Requirement
Produce as output only the lines below starting at the line with "let Some(top) = layers.last_mut()" and continuing through the line with "let left_m3 = top.volume_m3", each one exactly as written.

Input data
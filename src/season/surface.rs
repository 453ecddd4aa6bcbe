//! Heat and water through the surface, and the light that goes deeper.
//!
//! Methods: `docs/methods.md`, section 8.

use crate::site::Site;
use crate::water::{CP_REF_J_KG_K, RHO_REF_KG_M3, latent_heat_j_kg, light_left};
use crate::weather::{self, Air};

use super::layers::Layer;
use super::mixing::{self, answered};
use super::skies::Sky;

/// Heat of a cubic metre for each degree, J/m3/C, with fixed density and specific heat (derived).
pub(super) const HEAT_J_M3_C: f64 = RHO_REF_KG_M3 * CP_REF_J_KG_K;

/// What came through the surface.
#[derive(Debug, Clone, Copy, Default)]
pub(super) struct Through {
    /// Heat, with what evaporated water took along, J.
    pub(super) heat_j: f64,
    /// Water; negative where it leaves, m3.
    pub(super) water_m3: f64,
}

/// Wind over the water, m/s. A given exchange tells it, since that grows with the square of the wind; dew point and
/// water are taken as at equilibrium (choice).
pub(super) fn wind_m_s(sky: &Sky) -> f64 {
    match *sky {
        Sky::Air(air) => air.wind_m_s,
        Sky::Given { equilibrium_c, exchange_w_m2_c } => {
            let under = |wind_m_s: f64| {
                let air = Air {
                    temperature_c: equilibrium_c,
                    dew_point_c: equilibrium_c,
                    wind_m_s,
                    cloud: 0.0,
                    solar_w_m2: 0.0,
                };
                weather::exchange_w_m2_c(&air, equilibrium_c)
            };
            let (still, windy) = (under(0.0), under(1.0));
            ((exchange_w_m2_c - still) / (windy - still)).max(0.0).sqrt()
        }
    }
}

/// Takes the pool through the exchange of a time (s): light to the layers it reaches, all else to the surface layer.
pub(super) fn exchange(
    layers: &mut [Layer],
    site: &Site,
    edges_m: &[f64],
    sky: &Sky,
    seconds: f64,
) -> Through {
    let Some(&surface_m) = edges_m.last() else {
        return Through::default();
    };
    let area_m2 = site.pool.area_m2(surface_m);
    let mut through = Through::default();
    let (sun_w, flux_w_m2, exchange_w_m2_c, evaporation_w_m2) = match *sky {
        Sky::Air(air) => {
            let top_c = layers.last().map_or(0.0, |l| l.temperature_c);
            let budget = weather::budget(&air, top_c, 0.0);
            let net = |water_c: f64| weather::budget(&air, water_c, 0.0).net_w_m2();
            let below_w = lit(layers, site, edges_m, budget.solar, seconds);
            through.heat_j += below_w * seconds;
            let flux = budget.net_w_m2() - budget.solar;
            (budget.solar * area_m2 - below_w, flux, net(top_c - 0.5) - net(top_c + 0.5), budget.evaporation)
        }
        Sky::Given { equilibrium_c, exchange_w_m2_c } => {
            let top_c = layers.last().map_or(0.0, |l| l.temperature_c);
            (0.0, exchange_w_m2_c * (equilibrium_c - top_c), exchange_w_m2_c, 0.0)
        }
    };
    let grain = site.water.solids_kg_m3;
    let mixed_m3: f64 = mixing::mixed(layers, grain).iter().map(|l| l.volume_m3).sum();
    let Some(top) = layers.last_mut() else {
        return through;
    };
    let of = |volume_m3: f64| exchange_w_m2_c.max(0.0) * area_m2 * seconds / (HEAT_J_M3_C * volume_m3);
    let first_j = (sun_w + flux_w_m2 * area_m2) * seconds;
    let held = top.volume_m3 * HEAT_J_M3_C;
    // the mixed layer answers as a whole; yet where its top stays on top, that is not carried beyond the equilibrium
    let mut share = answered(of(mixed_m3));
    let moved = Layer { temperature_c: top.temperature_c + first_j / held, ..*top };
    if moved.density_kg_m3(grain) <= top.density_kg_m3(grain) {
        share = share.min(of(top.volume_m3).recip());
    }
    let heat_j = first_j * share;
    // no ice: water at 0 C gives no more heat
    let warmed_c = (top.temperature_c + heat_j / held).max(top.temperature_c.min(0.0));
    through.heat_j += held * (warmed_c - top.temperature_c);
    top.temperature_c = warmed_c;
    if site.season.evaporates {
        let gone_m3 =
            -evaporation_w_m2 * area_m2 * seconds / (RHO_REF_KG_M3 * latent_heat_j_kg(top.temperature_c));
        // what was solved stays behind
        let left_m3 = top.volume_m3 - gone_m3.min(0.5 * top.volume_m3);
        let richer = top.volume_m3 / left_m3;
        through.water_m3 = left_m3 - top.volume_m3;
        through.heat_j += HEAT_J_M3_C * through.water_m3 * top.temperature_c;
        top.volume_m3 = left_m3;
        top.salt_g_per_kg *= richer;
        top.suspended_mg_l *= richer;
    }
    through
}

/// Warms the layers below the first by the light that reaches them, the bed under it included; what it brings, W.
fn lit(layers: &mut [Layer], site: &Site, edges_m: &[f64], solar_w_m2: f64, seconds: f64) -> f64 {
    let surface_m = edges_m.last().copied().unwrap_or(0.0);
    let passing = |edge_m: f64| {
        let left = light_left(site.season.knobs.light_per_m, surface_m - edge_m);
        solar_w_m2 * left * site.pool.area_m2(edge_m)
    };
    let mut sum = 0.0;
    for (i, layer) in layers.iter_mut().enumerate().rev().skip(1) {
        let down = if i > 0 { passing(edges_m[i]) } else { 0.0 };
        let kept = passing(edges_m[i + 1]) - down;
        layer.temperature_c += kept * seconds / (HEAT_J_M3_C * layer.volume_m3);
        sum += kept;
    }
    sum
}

---

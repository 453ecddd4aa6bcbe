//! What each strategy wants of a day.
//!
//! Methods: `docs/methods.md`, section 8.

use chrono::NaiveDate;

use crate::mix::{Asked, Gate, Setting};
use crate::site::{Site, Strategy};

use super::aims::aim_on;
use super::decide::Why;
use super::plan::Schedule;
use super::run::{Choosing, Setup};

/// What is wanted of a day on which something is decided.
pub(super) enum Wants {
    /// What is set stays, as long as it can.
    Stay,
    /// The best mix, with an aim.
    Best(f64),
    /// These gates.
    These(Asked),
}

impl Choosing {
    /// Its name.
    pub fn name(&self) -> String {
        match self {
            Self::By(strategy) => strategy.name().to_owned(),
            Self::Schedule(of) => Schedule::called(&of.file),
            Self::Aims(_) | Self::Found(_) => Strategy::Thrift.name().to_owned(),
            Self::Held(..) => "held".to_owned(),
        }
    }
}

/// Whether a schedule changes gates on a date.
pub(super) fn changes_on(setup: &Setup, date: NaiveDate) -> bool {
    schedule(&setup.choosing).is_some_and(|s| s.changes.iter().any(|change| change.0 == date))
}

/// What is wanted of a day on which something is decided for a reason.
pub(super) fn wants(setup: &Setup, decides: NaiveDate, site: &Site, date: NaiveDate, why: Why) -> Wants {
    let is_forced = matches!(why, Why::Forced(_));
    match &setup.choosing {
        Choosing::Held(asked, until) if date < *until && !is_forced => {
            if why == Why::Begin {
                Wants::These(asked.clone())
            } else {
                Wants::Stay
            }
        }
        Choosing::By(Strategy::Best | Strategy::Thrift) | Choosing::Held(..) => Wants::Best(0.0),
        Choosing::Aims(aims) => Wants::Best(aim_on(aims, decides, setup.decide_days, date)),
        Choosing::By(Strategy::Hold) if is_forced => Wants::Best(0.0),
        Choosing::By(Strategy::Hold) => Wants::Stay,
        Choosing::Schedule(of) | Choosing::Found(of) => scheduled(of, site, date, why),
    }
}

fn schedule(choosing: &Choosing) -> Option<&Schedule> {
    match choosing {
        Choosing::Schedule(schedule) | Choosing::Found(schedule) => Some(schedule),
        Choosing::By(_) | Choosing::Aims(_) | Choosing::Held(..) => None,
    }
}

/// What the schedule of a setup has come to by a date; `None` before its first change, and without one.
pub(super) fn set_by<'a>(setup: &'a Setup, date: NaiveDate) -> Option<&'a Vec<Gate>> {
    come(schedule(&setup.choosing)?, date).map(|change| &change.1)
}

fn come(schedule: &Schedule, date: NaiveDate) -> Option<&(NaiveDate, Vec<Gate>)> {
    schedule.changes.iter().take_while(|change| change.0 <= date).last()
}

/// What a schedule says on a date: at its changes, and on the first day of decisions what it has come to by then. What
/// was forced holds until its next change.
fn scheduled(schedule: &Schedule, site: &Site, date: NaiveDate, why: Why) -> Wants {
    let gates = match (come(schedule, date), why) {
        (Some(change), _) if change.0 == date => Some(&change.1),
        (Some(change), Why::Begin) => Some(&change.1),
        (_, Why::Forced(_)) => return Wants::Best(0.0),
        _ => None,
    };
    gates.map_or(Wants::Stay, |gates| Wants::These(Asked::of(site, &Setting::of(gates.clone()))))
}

--

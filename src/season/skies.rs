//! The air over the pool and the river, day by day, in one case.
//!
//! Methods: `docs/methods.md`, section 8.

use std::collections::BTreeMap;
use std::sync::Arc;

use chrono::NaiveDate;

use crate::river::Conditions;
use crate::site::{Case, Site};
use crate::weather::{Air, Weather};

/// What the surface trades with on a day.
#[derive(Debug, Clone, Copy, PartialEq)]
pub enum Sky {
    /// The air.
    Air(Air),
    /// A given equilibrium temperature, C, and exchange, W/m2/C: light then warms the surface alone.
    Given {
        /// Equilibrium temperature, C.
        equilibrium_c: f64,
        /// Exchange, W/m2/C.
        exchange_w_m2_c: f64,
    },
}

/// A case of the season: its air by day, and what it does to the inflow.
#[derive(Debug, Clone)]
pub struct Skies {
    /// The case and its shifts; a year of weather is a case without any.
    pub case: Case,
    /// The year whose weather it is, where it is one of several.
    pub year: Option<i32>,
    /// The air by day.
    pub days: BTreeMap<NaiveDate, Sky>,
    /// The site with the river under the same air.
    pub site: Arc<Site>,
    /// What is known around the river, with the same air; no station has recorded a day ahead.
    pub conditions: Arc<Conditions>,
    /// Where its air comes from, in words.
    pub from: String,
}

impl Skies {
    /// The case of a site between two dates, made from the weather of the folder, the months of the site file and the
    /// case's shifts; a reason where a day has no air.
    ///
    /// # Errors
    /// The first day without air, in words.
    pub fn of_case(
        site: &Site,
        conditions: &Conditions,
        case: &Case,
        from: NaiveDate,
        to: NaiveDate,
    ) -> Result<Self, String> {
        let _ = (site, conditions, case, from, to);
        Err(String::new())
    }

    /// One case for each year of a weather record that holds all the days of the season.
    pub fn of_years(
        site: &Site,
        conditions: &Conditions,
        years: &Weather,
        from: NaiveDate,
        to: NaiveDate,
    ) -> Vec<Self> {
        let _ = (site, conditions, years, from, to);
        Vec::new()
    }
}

Result of the exercise
    let Some(top) = layers.last_mut() else {
        return through;
    };
    let of = |volume_m3: f64| exchange_w_m2_c.max(0.0) * area_m2 * seconds / (HEAT_J_M3_C * volume_m3);
    let first_j = (sun_w + flux_w_m2 * area_m2) * seconds;
    let held = top.volume_m3 * HEAT_J_M3_C;
    // the mixed layer answers as a whole; yet where its top stays on top, that is not carried beyond the equilibrium
    let mut share = answered(of(mixed_m3));
    let moved = Layer { temperature_c: top.temperature_c + first_j / held, ..*top };
    if moved.density_kg_m3(grain) <= top.density_kg_m3(grain) {
        share = share.min(of(top.volume_m3).recip());
    }
    let heat_j = first_j * share;
    // no ice: water at 0 C gives no more heat
    let warmed_c = (top.temperature_c + heat_j / held).max(top.temperature_c.min(0.0));
    through.heat_j += held * (warmed_c - top.temperature_c);
    top.temperature_c = warmed_c;
    if site.season.evaporates {
        let gone_m3 =
            -evaporation_w_m2 * area_m2 * seconds / (RHO_REF_KG_M3 * latent_heat_j_kg(top.temperature_c));
        // what was solved stays behind
        let left_m3 = top.volume_m3 - gone_m3.min(0.5 * top.volume_m3);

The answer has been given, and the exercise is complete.